Ondokuzuncu yüzyıldan günümüze vatandaşlık olgusu, modernleşme sürecinde ortaya çıkan sosyal, ekonomik ve siyasal dönüşümlere bağlı olarak değişmekte ve her aşamada yeni tanımlamalara ihtiyaç duymaktyadır.
T. H. Marshall’ın vurguladığı gibi 19. yüzyılda gündeme gelen demokrasi eğitilmiş bir seçmen kitlesine, ortak bir kimliği benimsemiş yurttaşlar cemaatine ihtiyaç duymaktadır. Bu nedenle modern anlamda vatandaşlığı anlamak, vatandaşlık bilincinin oluşumunu toplumsal bir bağlamda yorumlamak söz konusu olduğunda, milli kimliği tasarlayan ve yayılmasını sağlayan en önemli mekanizmalardan birisi olan milli eğitim sistemini ele almak gerekmektedir.

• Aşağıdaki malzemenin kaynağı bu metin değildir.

// SPDX-License-Identifier: GPL-3.0-or-later
#pragma once

#include "core/engine/baseline.h"
#include "core/trend/drift.h"
#include "core/trend/drift_catalogue.h"
#include "core/trend/drift_input.h"
#include "core/trend/judgement.h"

/// Which limit a drift runs towards, and when it is there if it goes on.
///
/// A limit that the engine's particulars hold counts; without one the trade's custom, which is said to be no
/// maker's figure.
namespace evenstroke {

/// The custom for one watched quantity, in the unit of its deviation; empty where there is none, or none that
/// this baseline lets convert.
drift::Marks customary_marks(const Engine& engine, const Baseline& baseline, const drift::CatalogueChannel& channel);

/// Enters the engine's own limits of a quantity as deviations at one reading.
/// @param readings T
void add_own_marks(drift::Marks& marks, const Engine& engine, std::string_view quantity, std::size_t reading,
                   std::size_t readings, const DeviationForm& form);

/// For the quantity that leads the flag; nothing for a step, a question, or where there is no limit ahead.
std::optional<TimeToLimit> limit_ahead(const Engine& engine, const drift::Input& input, const drift::Output& output,
                                       const Flag& flag, const drift::Flag& from);

/// The same for any quantity that moves with a flag.
/// @param cylinder from 0; nothing: the engine
/// @param reading  the last that carries the flag
std::optional<TimeToLimit> limit_ahead_of(const Engine& engine, const drift::Input& input, const drift::Output& output,
                                          std::optional<std::size_t> cylinder, std::size_t reading, std::size_t onset,
                                          const MovedQuantity& moved);

} // namespace evenstroke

Galatasaray Üniversitesi öğretim üyesi Birol Caymaz bu çalışmada bir yandan Türkiye’de ulus-devletin kuruluş sürecinde şekillenen resmi vatandaşlık anlayışını dönemin "yurt bilgisi" derslerinden hareketle incelemekte, diğer yandan günümüzde vatandaşlığın vatandaşlar için ne anlam ifade ettiğini, söz konusu statünün nasıl algılandığı ve yaşandığını "sıradan" vatandaşlarla yaptığı mülakatlar ışığında değerlendirmektedir.